Moral of the joke: To be sitting and doin nothin all day.....u must be sittin very, very , very high up
Again being able to switch the mode of conversation at lightning speed is an pre-requisite before you set off down this track . I assure you, it will be most therapeutic. Human psychology is really twisted. If you realise there are nine others suffering just like you, suddenly things aren’t that bad anymore.
I reckon at least one of these five should do the trick. You’ll start loving your job again.
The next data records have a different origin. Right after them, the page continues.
#[cfg(target_os = "linux")]
mod linux {
    use super::FileAt;
    use crate::BlockError;
    use crate::capture::reader::{CaptureInfo, CaptureReader, FrameStream, is_native_f32};
    use std::fs::File;
    use std::io;
    use std::ops::Range;
    use std::os::fd::AsRawFd;
    use std::ptr::NonNull;

    /// Bytes mapped at once (more when one read needs more). A window is
    /// unmapped when the reading leaves it: its pages count toward the
    /// resident set while mapped. Unmapping interrupts every other core the
    /// process's threads ran on, to drop the window from its address cache
    /// (an expensive exit on a virtual machine): with 512 KiB windows that
    /// was 7 % of a two-worker run on 1 GiB, and wall time 10 % longer than
    /// with these 8 MiB ones, which keep 6 MiB more resident (issue 16).
    const WINDOW_BYTES: usize = 8 << 20;
    /// Windows start, and populated ranges are rounded down, to multiples of
    /// this: a multiple of every usual page size (mmap offsets and madvise
    /// addresses must be page-aligned; a larger page makes mmap fail, and
    /// the file is read instead).
    const ALIGN: u64 = 64 << 10;

    /// Frames of aligned little-endian float32: windows start at aligned
    /// offsets and frames of floats are whole floats, so the data's start
    /// decides the floats' alignment.
    fn lendable(info: &CaptureInfo) -> bool {
        is_native_f32(&info.encoding) && info.data_offset.is_multiple_of(4)
    }

    /// Whether `file` can be mapped and its frames lent: a regular file with
    /// data of aligned little-endian float32, and a kernel that knows
    /// `MADV_POPULATE_READ`.
    pub(super) fn can_map(info: &CaptureInfo, file: &File) -> bool {
        let regular = file.metadata().is_ok_and(|m| m.is_file());
        let data = info.data_bytes.is_some_and(|n| n > 0);
        // An empty range checks that the advice is known (EINVAL otherwise)
        // without touching a page.
        regular && data && lendable(info) && Window::map(file, 0, 1).is_ok_and(|w| w.populate(0..0).is_ok())
    }

    /// A capture's data read from windows mapped in turn.
    pub(super) struct MappedStream {
        /// Counts the bytes done, and reads where the mapping cannot serve.
        stream: FrameStream<FileAt>,
        window: Option<Window>,
        /// False for data that cannot be lent, and once mapping or
        /// populating failed: the rest is read.
        mapping: bool,
        /// The bytes of `window` the last lend handed out.
        lent: Range<usize>,
        /// Bytes a new window maps at least.
        window_bytes: usize,
    }

    impl MappedStream {
        /// A stream over the data of `file`; only data [`can_map`] accepts
        /// is mapped.
        pub(super) fn new(info: CaptureInfo, file: File) -> Self {
            let at = info.data_offset;
            // Other data is only read.
            let mapping = lendable(&info);
            let stream = FrameStream::new(info, FileAt { file, at });
            MappedStream { stream, window: None, mapping, lent: 0..0, window_bytes: WINDOW_BYTES }
        }

        /// [`Self::new`] mapping `window_bytes` at a time (tests cross
        /// windows on small files).
        #[cfg(test)]
        pub(super) fn with_windows(info: CaptureInfo, file: File, window_bytes: usize) -> Self {
            MappedStream { window_bytes, ..Self::new(info, file) }
        }

        /// The next `want` bytes of data (1 or more), mapped and populated:
        /// their range in the window. None when the mapping cannot serve
        /// them; the stream then reads them (a file cut short since it was
        /// opened gives the read path's error there).
        fn next_bytes(&mut self, want: usize) -> Option<Range<usize>> {
            if !self.mapping {
                return None;
            }
            let info = self.stream.info();
            let pos = info.data_offset + self.stream.done_bytes;
            let end = info.data_offset + info.data_bytes.unwrap_or(0);
            let fits = |w: &Window| w.start <= pos && pos + want as u64 <= w.start + w.len as u64;
            if !self.window.as_ref().is_some_and(fits) {
                // The old window goes first, so at most one is mapped.
                self.window = None;
                let start = pos - pos % ALIGN;
                let need = (pos - start) as usize + want;
                let len = usize::try_from(end - start).unwrap_or(usize::MAX).min(need.max(self.window_bytes));
                match Window::map(&self.stream.inner.file, start, len) {
                    Ok(w) => self.window = Some(w),
                    Err(_) => return self.give_up(),
                }
            }
            let w = self.window.as_ref()?;
            let from = (pos - w.start) as usize;
            if w.populate(from..from + want).is_err() {
                return self.give_up();
            }
            Some(from..from + want)
        }

        /// Read the rest of the data instead of mapping it.
        fn give_up(&mut self) -> Option<Range<usize>> {
            self.mapping = false;
            self.window = None;
            None
        }

        fn window_bytes(&self, range: Range<usize>) -> &[u8] {
            self.window.as_ref().map_or(&[], |w| w.bytes(range))
        }
    }

    impl CaptureReader for MappedStream {
        fn info(&self) -> &CaptureInfo {
            self.stream.info()
        }

        fn bytes_read(&self) -> u64 {
            self.stream.bytes_read()
        }

        /// Copies are read (`pread`), not taken from the mapping: a copy or
        /// a decode out of mapped pages cost more than the kernel's copy
        /// (plain I/Q cf32 0.114 s against 0.101 s of CPU per 720 MB, 16-bit
        /// WAV 0.068 against 0.063 s per 270 MB).
        fn read_frames(&mut self, max_frames: usize, out: &mut Vec<f32>) -> Result<usize, BlockError> {
            self.stream.inner.at = self.stream.info().data_offset + self.stream.done_bytes;
            self.stream.read_frames(max_frames, out)
        }

        fn lend_frames(&mut self, max_frames: usize) -> Result<Option<usize>, BlockError> {
            if !self.mapping {
                return Ok(None);
            }
            let want = self.stream.want_bytes(max_frames);
            let info = self.stream.info();
            let left = info.data_bytes.unwrap_or(0) - self.stream.done_bytes;
            if want < max_frames.saturating_mul(info.frame_bytes()) && (want as u64) < left {
                // A chunk larger than one read: it is filled from several.
                return Ok(None);
            }
            self.lent = 0..0;
            if want > 0 {
                let Some(range) = self.next_bytes(want) else {
                    return Ok(None);
                };
                self.lent = range;
            }
            self.stream.advance(want, max_frames).map(Some)
        }

        fn lent(&self) -> &[f32] {
            // Cannot fail: the window starts page-aligned and `can_map`
            // checked the data's offset; an empty view if it ever did.
            bytemuck::try_cast_slice(self.window_bytes(self.lent.clone())).unwrap_or(&[])
        }
    }

    /// A read-only mapping of `len` bytes of a file from byte offset `start`.
    struct Window {
        ptr: NonNull<u8>,
        len: usize,
        start: u64,
    }

    // SAFETY: the mapping belongs to this value alone (views of it borrow
    // it), so the thread that owns it may read or unmap it, whichever it is.
    #[allow(unsafe_code)]
    unsafe impl Send for Window {}

    impl Window {
        #[allow(unsafe_code)]
        fn map(file: &File, start: u64, len: usize) -> io::Result<Window> {
            let offset = libc::off_t::try_from(start).map_err(|_| io::Error::from(io::ErrorKind::InvalidInput))?;
            // SAFETY: a new read-only mapping at an address the kernel
            // chooses; no memory the program uses changes.
            let ptr = unsafe {
                libc::mmap(std::ptr::null_mut(), len, libc::PROT_READ, libc::MAP_SHARED, file.as_raw_fd(), offset)
            };
            if ptr == libc::MAP_FAILED {
                return Err(io::Error::last_os_error());
            }
            let ptr = NonNull::new(ptr.cast::<u8>()).ok_or_else(|| io::Error::from(io::ErrorKind::InvalidData))?;
            Ok(Window { ptr, len, start })
        }

        /// Fault in the pages of `range` now: an error (EFAULT) rather than
        /// SIGBUS where the file no longer backs them (or cannot be read).
        #[allow(unsafe_code)]
        fn populate(&self, range: Range<usize>) -> io::Result<()> {
            assert!(range.start <= range.end && range.end <= self.len, "populate outside the window");
            let from = range.start - range.start % ALIGN as usize;
            // SAFETY: the range lies inside this mapping and starts at a
            // page boundary (the mapping's start plus a multiple of ALIGN);
            // populating only reads the file's pages into it.
            let r = unsafe {
                libc::madvise(self.ptr.as_ptr().add(from).cast(), range.end - from, libc::MADV_POPULATE_READ)
            };
            if r == 0 { Ok(()) } else { Err(io::Error::last_os_error()) }
        }

        /// The bytes of `range`, which [`Window::populate`] has made present.
        #[allow(unsafe_code)]
        fn bytes(&self, range: Range<usize>) -> &[u8] {
            assert!(range.start <= range.end && range.end <= self.len, "view outside the window");
            // SAFETY: the range lies inside the mapping, which lives as long
            // as `&self` and is read-only (PROT_READ). Not guaranteed, as for
            // any file mapping: another process that rewrites the file
            // changes these bytes (any bit pattern is a valid float), and
            // one that truncates it between `populate` and this read raises
            // SIGBUS (the race the module notes).
            unsafe { std::slice::from_raw_parts(self.ptr.as_ptr().add(range.start), range.len()) }
        }
    }

    impl Drop for Window {
        #[allow(unsafe_code)]
        fn drop(&mut self) {
            // SAFETY: the mapping is this value's own, and no view of it
            // outlives the borrow of `self` it was made from.
            unsafe {
                libc::munmap(self.ptr.as_ptr().cast(), self.len);
            }
        }
    }
}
If it doesn’t then, I’m sorry, I would have to say….. that’s NOT a temporary phase you’re going through. Its much DEEPER . I’d say you probably need to resign. Considering how bad the job market is everywhere presently, the unemployment that follows would surely shock your system into believing that your last job was heavenly!!
Word of caution :
Readers should remember that this is advice generated by a highly disillusioned and reckless mind . The owner of the mind shall under no circumstances be held responsible for any consequences arising out of any of you attempting to follow her advice.